Ho M N, Hirata R, Umemoto N, Ohya Y, Takatsuki A, Stevens T H, Anraku Y
Department of Biology, Faculty of Science, University of Tokyo, Japan.
J Biol Chem. 1993 Aug 25;268(24):18286-92.
Previous purifications and characterizations of the Saccharomyces cerevisiae vacuolar proton-translocating ATPase (V-ATPase) have indicated that this enzyme is a multisubunit complex composed of at least eight subunits of 100-, 69-, 60-, 42-, 36-, 32-, 27-, and 17-kDa (Kane, P. M., Yamashiro, C. T., and Stevens, T. H. (1989) J. Biol. Chem. 264, 19236-19244). We report the cloning and characterization of an additional V-ATPase subunit, the 54-kDa subunit, which is encoded by the VMA13 gene. VMA13 was isolated by complementation of the growth phenotypes associated with the vma13 mutation, which was originally described as cls11 (Ohya, Y., Umemoto, N., Tanida, I., Ohta, A., Iida, H., and Anraku, Y. (1991) J. Biol. Chem. 266, 13971-13977). The nucleotide sequence of the VMA13 gene predicted a hydrophilic polypeptide with a calculated molecular mass of 54,415 daltons. The VMA13 54-kDa gene product resides on the vacuolar membrane and co-purified with the active V-ATPase complex. Characterization of a null vma13 mutant (delta vma13) revealed that the Vma13 polypeptide is essential for V-ATPase activity. However, the Vma13 polypeptide is not required for targeting of the other V-ATPase subunits (100-, 69-, 60-, 42-, 27-, or 17-kDa subunits) to the vacuolar membrane as shown by the association of these subunits with vacuolar membranes isolated from delta vma13 cells. The nature of the V-ATPase "complex" in delta vma13 mutant is, nevertheless, fundamentally different from the wild-type enzyme. This is evidenced by the fact that the inactive V-ATPase complex from delta vma13 cells is less stable than the wild-type enzyme. Taken together, these results indicate that VMA13 encodes the 54-kDa subunit of the V-ATPase and that this subunit is essential for activity, but not assembly, of the enzyme complex.
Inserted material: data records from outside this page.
Sources: Jeziorski, Moszynski, Szalewicz, Chem. Rev. 94, 1887 (1994) (the symmetrized
Rayleigh–Schrödinger expansion and its single-exchange, S^2, truncation); Hohenstein and
Sherrill, J. Chem. Phys. 132, 184111 (2010) (density fitting of SAPT0); Parker, Burns,
Parrish, Ryno, Sherrill, J. Chem. Phys. 140, 094106 (2014) (levels of SAPT, sSAPT0).

How the exchange terms are obtained here. For a bra that is the Hartree product of the
monomer determinants and a ket that is the antisymmetrized product of (possibly
perturbed) monomer determinants, Löwdin's rules give <Ψ0|V A Φ>/<Ψ0|A Φ> in closed
form through the inverse of the occupied-orbital overlap matrix. Written with
"transition densities" T = C_ket C_bra^T (AO, one spin), that expression is

    F = 2 Tr(V_B X_A) + 2 Tr(V_A X_B) + 4 (X_A|X_B) - 2 K(X_A, X_B) + V_nn,

with X_A = C_ket D[:, A] C_bra,A^T, D = (S_occ)^-1. With unperturbed monomers F is
E(10) = E(10)elst + E(10)exch. Keeping the terms of second order in the intermolecular
overlap gives E(10)exch(S^2) as a polynomial in T_A and T_B. The second-order SRS energy
is linear in the first-order ket, so E(20)exch-ind (S^2) is the derivative of that
polynomial along the induction amplitudes (ket only), and E(20)exch-disp (S^2) is its
mixed second derivative along the dispersion amplitudes plus the normalization terms
F_1 d_2 + F_2 d_1 (d = <Ψ0|A Ψ(ε)>/<Ψ0|A Ψ0>). The derivation is ours; see the module
tests for the checks against independent quantities.

Long-range behaviour of E(10)exch (measured on the S22 water dimer moved rigidly along
the centre-of-mass axis). With aug-cc-pVDZ, E(10)exch and E(10)exch(S^2) change sign
between 7 and 8 Å and stay negative: -5.6e-10, -1.5e-10, -1.8e-11 and -1.8e-13 hartree at
8, 9, 10 and 12 Å. This is not a numerical floor and not a density-fitting error: the
values agree within about 10 % with a much larger fitting basis (aug-cc-pV5Z-RI as the
JK fit), with exact four-index integrals (eigen-decomposed ERI matrix instead of the
fitted factors) and with a 100 times tighter SCF threshold, |E(10)exch| keeps falling
exponentially, and the full and S^2 values agree to three digits. In the S^2 expression
the negative part is the exchange-integral term, -2 K(X_A, X_B), which outlives the
potential-weighted terms when the basis carries diffuse functions; with cc-pVDZ (no
diffuse functions) E(10)exch(S^2) stays positive out to 12 Å. So the sign change is a
property of SAPT0 in a finite Gaussian basis with diffuse functions; the values are
reported as computed (no clipping). The only numerical floor seen is that of
E(10)exch = E(10) - E(10)elst, about 1e-15 hartree.
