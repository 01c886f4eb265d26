"""A self-contained static HTML report of a scan Dataset.

One file, no scripts, no network: the figures are inline PNG images (base64 ``data:``
URIs) drawn with :mod:`interkit.plot.curves` and :mod:`interkit.plot.components`, the
style sheet is inline, and every text that comes from the Dataset (system name, level
labels, status details, the spec) is HTML-escaped, so a label such as
``<script>...</script>`` shows as text.

Sections: the caution about model results, the curves and the energy table, minima
and well depths, forces (if computed), SAPT0 components (if computed), a ranking of the
levels against a reference level (when there is more than one level), failed points,
and the provenance (spec, versions, creation time, store keys, CODATA edition).
"""

from __future__ import annotations

import base64
import html
import io
import json
import os
from datetime import datetime, timezone

import numpy as np
import xarray as xr

from ..errors import InputError
from ..fileio import existing_folder

STYLE = """
body { font-family: system-ui, -apple-system, "Segoe UI", sans-serif; color: #1e2328;
       margin: 0 auto; max-width: 1040px; padding: 1.2em 1.6em 3em; line-height: 1.45; }
h1 { font-size: 1.45em; margin-bottom: 0.2em; }
h2 { font-size: 1.15em; margin-top: 2em; border-bottom: 2px solid #1b6f8a; padding-bottom: 0.2em; }
.subtitle { color: #56606b; margin-top: 0; }
.caution { background: #fff6e5; border-left: 5px solid #c4581b; padding: 0.7em 1em; margin: 1em 0; }
table { border-collapse: collapse; margin: 0.6em 0; font-size: 0.9em; }
th, td { border: 1px solid #d3d9e0; padding: 0.25em 0.6em; text-align: right; }
th { background: #eef2f6; }
td.text, th.text { text-align: left; }
td.failed { color: #a8324a; font-style: italic; }
figure { margin: 1em 0; }
figure img { max-width: 100%; height: auto; border: 1px solid #e3e7ec; }
figcaption { color: #56606b; font-size: 0.88em; }
pre { background: #f4f6f9; padding: 0.8em; overflow-x: auto; font-size: 0.8em; }
.note { color: #56606b; font-size: 0.9em; }
footer { margin-top: 3em; color: #56606b; font-size: 0.85em; }
"""


def _e(value) -> str:
    """HTML-escaped text of any value."""
    return html.escape(str(value), quote=True)


def _num(x, fmt: str = ".3f") -> str:
    try:
        v = float(x)
    except (TypeError, ValueError):
        return _e(x)
    return format(v, fmt) if np.isfinite(v) else "–"


# ---------------------------------------------------------------------- data views
def levels_view(ds: xr.Dataset) -> xr.Dataset:
    """``ds`` with any ``dispersion`` dimension folded into the level axis, so every
    curve is one (level, distance) row (via :func:`interkit.data.dispersion.flatten_dispersion`)."""
    from ..data.dispersion import flatten_dispersion

    return flatten_dispersion(ds)


def choose_reference(ds: xr.Dataset, reference: str | None = None) -> str | None:
    """The reference curve of the comparison: ``reference`` if given (checked), else the one
    rule of the report, ``interkit compare`` and the comparison widget,
    :func:`interkit.model.levels.default_reference` (the most accurate wavefunction level,
    else the first curve); None with fewer than two curves. ``ds`` may have a
    ``dispersion`` dimension: curves are named by their folded labels."""
    from ..analysis.comparison import curve_pairs
    from ..model.levels import default_reference

    labels = list(curve_pairs(ds))
    if reference is not None:
        if reference not in labels:
            raise InputError(f"--reference: {reference!r} is not a curve of the scan ({', '.join(labels)})")
        return reference
    if len(labels) < 2:
        return None
    return default_reference(labels)


# ---------------------------------------------------------------------- pieces
def _figure_png(draw, width: float = 6.6, height: float = 4.3) -> str:
    """Base64 PNG of a figure drawn by ``draw(ax)`` (no pyplot state involved)."""
    from matplotlib.figure import Figure

    fig = Figure(figsize=(width, height), dpi=110)
    ax = fig.subplots()
    draw(ax)
    fig.tight_layout()
    buf = io.BytesIO()
    fig.savefig(buf, format="png")
    return base64.b64encode(buf.getvalue()).decode("ascii")


def _figure(draw, caption: str, alt: str) -> str:
    data = _figure_png(draw)
    return (f'<figure><img src="data:image/png;base64,{data}" alt="{_e(alt)}">'
            f"<figcaption>{_e(caption)}</figcaption></figure>")


def _table(header: list[str], rows: list[list], text: tuple[int, ...] = (0,)) -> str:
    """A table; ``rows`` hold formatted cells (escaped here), or ``(cell, css class)``;
    the columns ``text`` are left-aligned, the others (numbers) right-aligned."""
    head = "".join(f'<th class="text">{_e(h)}</th>' if k in text else f"<th>{_e(h)}</th>"
                   for k, h in enumerate(header))
    body = []
    for row in rows:
        cells = []
        for k, cell in enumerate(row):
            css = "text" if k in text else ""
            if isinstance(cell, tuple):
                cell, extra = cell
                css = f"{css} {extra}".strip()
            cells.append(f'<td class="{css}">{_e(cell)}</td>' if css else f"<td>{_e(cell)}</td>")
        body.append("<tr>" + "".join(cells) + "</tr>")
    return f"<table><thead><tr>{head}</tr></thead><tbody>{''.join(body)}</tbody></table>"


def _energy_section(ds: xr.Dataset, unit: str = "kcal/mol") -> str:
    from ..analysis.basis_uncertainty import basis_uncertainty
    from ..model.level_names import display_label
    from ..plot.curves import plot_curves
    from ..units import convert_energy

    levels = [str(x) for x in ds["level"].values]
    cp = ds.attrs.get("counterpoise", "") != "none"
    banded = any(basis_uncertainty(ds, lv, "e_int") is not None for lv in levels)
    parts = ["<h2>Interaction-energy curves</h2>",
             _figure(lambda ax: plot_curves(ds, ax=ax, show_uncorrected=cp, unit=unit),
                     "Counterpoise-corrected interaction energy (solid) and uncorrected (dashed) against "
                     "the scan coordinate; shaded bands mark failed points"
                     + ("; a shaded band along a curve is its basis-set uncertainty" if banded else "") + "."
                     if cp else
                     "Interaction energy (no counterpoise correction) against the scan coordinate.",
                     "interaction-energy curves")]
    variable = "e_int" if cp else "e_int_nocp"
    rows = []
    factor = ds["factor"].values if "factor" in ds.coords else [np.nan] * ds.sizes["distance"]
    for i, r in enumerate(ds["distance"].values):
        row = [_num(r), _num(factor[i])]
        for lv in levels:
            st = str(ds["status"].sel(level=lv).values[i])
            row.append(("failed", "failed") if st == "failed" else
                       _num(convert_energy(float(ds[variable].sel(level=lv).values[i]), "kcal/mol", unit)))
        rows.append(row)
    title = "counterpoise-corrected" if cp else "uncorrected"
    parts.append(f'<p class="note">Interaction energy, {title}, {_e(unit)} (negative = bound).</p>')
    parts.append(_table(["distance / Å", "factor"] + [display_label(lv) for lv in levels], rows, text=()))
    return "".join(parts)
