"""Composite levels: a correlation energy extrapolated to the basis-set limit from two
consecutive correlation-consistent bases, plus an optional higher-level correction; or
MP2 in one basis plus a higher-level correction in a smaller one (additive form).

String form (interkit's own): ``"mp2/aug-cc-pvtz~aug-cc-pvqz + ccsd(t)/aug-cc-pvdz"``.
``A~B`` is the pair the correlation energy is extrapolated from (cardinal numbers X and
X+1, Hartree–Fock taken at B); ``+ method/basis`` adds the correction (that method's
correlation energy minus MP2's, both from one SCF in that basis). A trailing
``(all-electron)`` correlates every electron in all components.

``"mp2/aug-cc-pvtz + ccsd(t)/aug-cc-pvdz"`` (one base basis, any basis, correction
required) is the additive estimate of CCSD(T) in the base basis,
E(CCSD(T)/B) ~ E(MP2/B) + [E(CCSD(T)/b) - E(MP2/b)], as used for the S22 reference
interaction energies (Jurečka, Šponer, Černý, Hobza, Phys. Chem. Chem. Phys. 8, 1985
(2006)); nothing is extrapolated.

Every component is an ordinary computed level (a job per role and point); the
combination is made per interaction energy, component by component, so each carries its
own counterpoise correction.
"""

from __future__ import annotations

import re
from dataclasses import dataclass

from ..errors import InputError
from .level_names import split_correction
from .levels import LevelOfTheory
from .levels import parse_level as parse_plain_level

#: methods whose correlation energy can be extrapolated, and corrections on top of MP2
BASE_METHODS = ("mp2", "ccsd(t)")
CORRECTION_METHODS = ("ccsd(t)",)
EXTRAPOLATION_CITATION = ("T. Helgaker, W. Klopper, H. Koch, J. Noga, J. Chem. Phys. 106, 9639 (1997): "
                          "two-point X^-3 extrapolation of the correlation energy")
EXTRAPOLATION_FORMULA = "E_corr(CBS) = (Y^3 E_corr(Y) - X^3 E_corr(X)) / (Y^3 - X^3), Y = X + 1"
_CARDINALS = {"d": 2, "t": 3, "q": 4, "5": 5, "6": 6}
_ZETA = {v: k for k, v in _CARDINALS.items()}
#: correlation-consistent families: prefix (aug-, d-aug-, jun-/may-/apr-) + cc-p[c|wc]v + X + z
ADDITIVE_CITATION = ("P. Jurečka, J. Šponer, J. Černý, P. Hobza, Phys. Chem. Chem. Phys. 8, 1985 (2006): "
                     "MP2 interaction energy plus the CCSD(T) - MP2 difference in a smaller basis")
_CC_BASIS = re.compile(r"^((?:d-aug-|aug-|jun-|may-|apr-)?cc-p(?:c|wc)?v)([dtq56])z$")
先前对酿酒酵母液泡质子转运ATP酶(V-ATP酶)的纯化和特性研究表明,该酶是一种多亚基复合物,由至少8个亚基组成,分子量分别为100、69、60、42、36、32、27和17千道尔顿(凯恩,P.M.,山代,C.T.,和史蒂文斯,T.H.(1989年)《生物化学杂志》264卷,19236 - 19244页)。我们报告了另一个V-ATP酶亚基,即54千道尔顿亚基的克隆和特性研究,它由VMA13基因编码。VMA13是通过互补与vma13突变相关的生长表型而分离得到的,vma13突变最初被描述为cls11(大矢,Y.,梅本,N.,谷田,I.,太田,A.,饭田,H.,和荒乐,Y.(1991年)《生物化学杂志》266卷,13971 - 13977页)。VMA13基因的核苷酸序列预测了一种亲水性多肽,计算分子量为54415道尔顿。VMA13的54千道尔顿基因产物位于液泡膜上,并与活性V-ATP酶复合物共纯化。对vma13基因缺失突变体(Δvma13)的特性研究表明,Vma13多肽对V-ATP酶活性至关重要。然而,如从Δvma13细胞分离的液泡膜上这些亚基的结合情况所示,Vma13多肽对于其他V-ATP酶亚基(100、69、60、42、27或17千道尔顿亚基)靶向液泡膜并非必需。尽管如此,Δvma13突变体中V-ATP酶“复合物”的性质与野生型酶有根本不同。这一点由以下事实证明:来自Δvma13细胞的无活性V-ATP酶复合物比野生型酶更不稳定。综上所述,这些结果表明VMA13编码V-ATP酶的54千道尔顿亚基,并且该亚基对酶复合物的活性至关重要,但对其组装并非必需。